WORK ITEM.
The line containing "const cottage = ()" marks the end: restate word for word every line from the first line of the entries below through that one.

EXERCISE DATA.
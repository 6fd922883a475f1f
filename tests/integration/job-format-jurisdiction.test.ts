import fs from 'node:fs';
import path from 'node:path';
import { afterAll, beforeAll, describe, expect, test } from 'vitest';
import { DEMO_JURISDICTION } from '../../seeds/data/demo-accounts';
import { testDb } from '../helpers/db';
import { signedInAs, type HttpClient } from '../helpers/http';
import { call, jobTableCounts, removeJobs, type ErrorBody } from '../helpers/jobs';

const db = testDb();
const created: string[] = [];
let owner: HttpClient;
const cottage = () => JSON.parse(fs.readFileSync(path.resolve('examples/quillmere-cottage.json'), 'utf8'));

beforeAll(async () => {
	owner = await signedInAs('owner');
});

afterAll(async () => {
	await removeJobs(db, created);
	await db.destroy();
});

describe('the jurisdiction in the job document', () => {
	test('an import names the jurisdiction by name (case aside), and the export writes it back', async () => {
		const doc = { ...cottage(), jurisdiction: { name: `  ${DEMO_JURISDICTION.name.toUpperCase()} ` } };
		const res = await call(owner, 'POST', '/api/jobs/import', doc);
		expect(res.status).toBe(201);
		created.push(res.body.job.id);
		const j = await db('jurisdictions').where({ name: DEMO_JURISDICTION.name }).first('id');
		expect(res.body.job).toMatchObject({ jurisdictionId: j.id, jurisdictionName: DEMO_JURISDICTION.name });
		const exported = await call(owner, 'GET', `/api/jobs/${res.body.job.id}/export`);
		expect(exported.body.jurisdiction).toEqual({ name: DEMO_JURISDICTION.name });
	});

	test('a document without a jurisdiction imports with none, and exports null', async () => {
		const res = await call(owner, 'POST', '/api/jobs/import', cottage());
		expect(res.status).toBe(201);
		created.push(res.body.job.id);
		expect(res.body.job.jurisdictionId).toBeNull();
		expect((await call(owner, 'GET', `/api/jobs/${res.body.job.id}/export`)).body.jurisdiction).toBeNull();
	});

	test.each([
		[
			'an unknown name',
			{ name: 'Marrowby Flats Permit Desk' },
			/no jurisdiction named “Marrowby Flats Permit Desk”/,
		],
		['an empty name', { name: ' ' }, /must not be empty/],
		['a name over 200 characters', { name: 'n'.repeat(201) }, /at most 200/],
		['a bare string', 'Quillmere', /must be an object/],
		['an extra field', { name: DEMO_JURISDICTION.name, id: 'x' }, /id/],
	])('refuses %s on jurisdiction.name and imports nothing', async (_what, jurisdiction, message) => {
		const before = await jobTableCounts(db);
		const res = await call<ErrorBody>(owner, 'POST', '/api/jobs/import', { ...cottage(), jurisdiction });
		expect(res.status).toBe(400);
		expect(JSON.stringify(res.body.error.fields)).toMatch(message);
		expect(Object.keys(res.body.error.fields ?? {}).some((k) => k.startsWith('jurisdiction'))).toBe(true);
		expect(await jobTableCounts(db)).toEqual(before);
	});
});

EXERCISE OUTPUT.
repository 6fd922883a475f1f
filename tests/integration/job-format-jurisdiction.test.ts
import fs from 'node:fs';
import path from 'node:path';
import { afterAll, beforeAll, describe, expect, test } from 'vitest';
import { DEMO_JURISDICTION } from '../../seeds/data/demo-accounts';
import { testDb } from '../helpers/db';
import { signedInAs, type HttpClient } from '../helpers/http';
import { call, jobTableCounts, removeJobs, type ErrorBody } from '../helpers/jobs';

const db = testDb();
const created: string[] = [];
let owner: HttpClient;
const cottage = () => JSON.parse(fs.readFileSync(path.resolve('examples/quillmere-cottage.json'), 'utf8'));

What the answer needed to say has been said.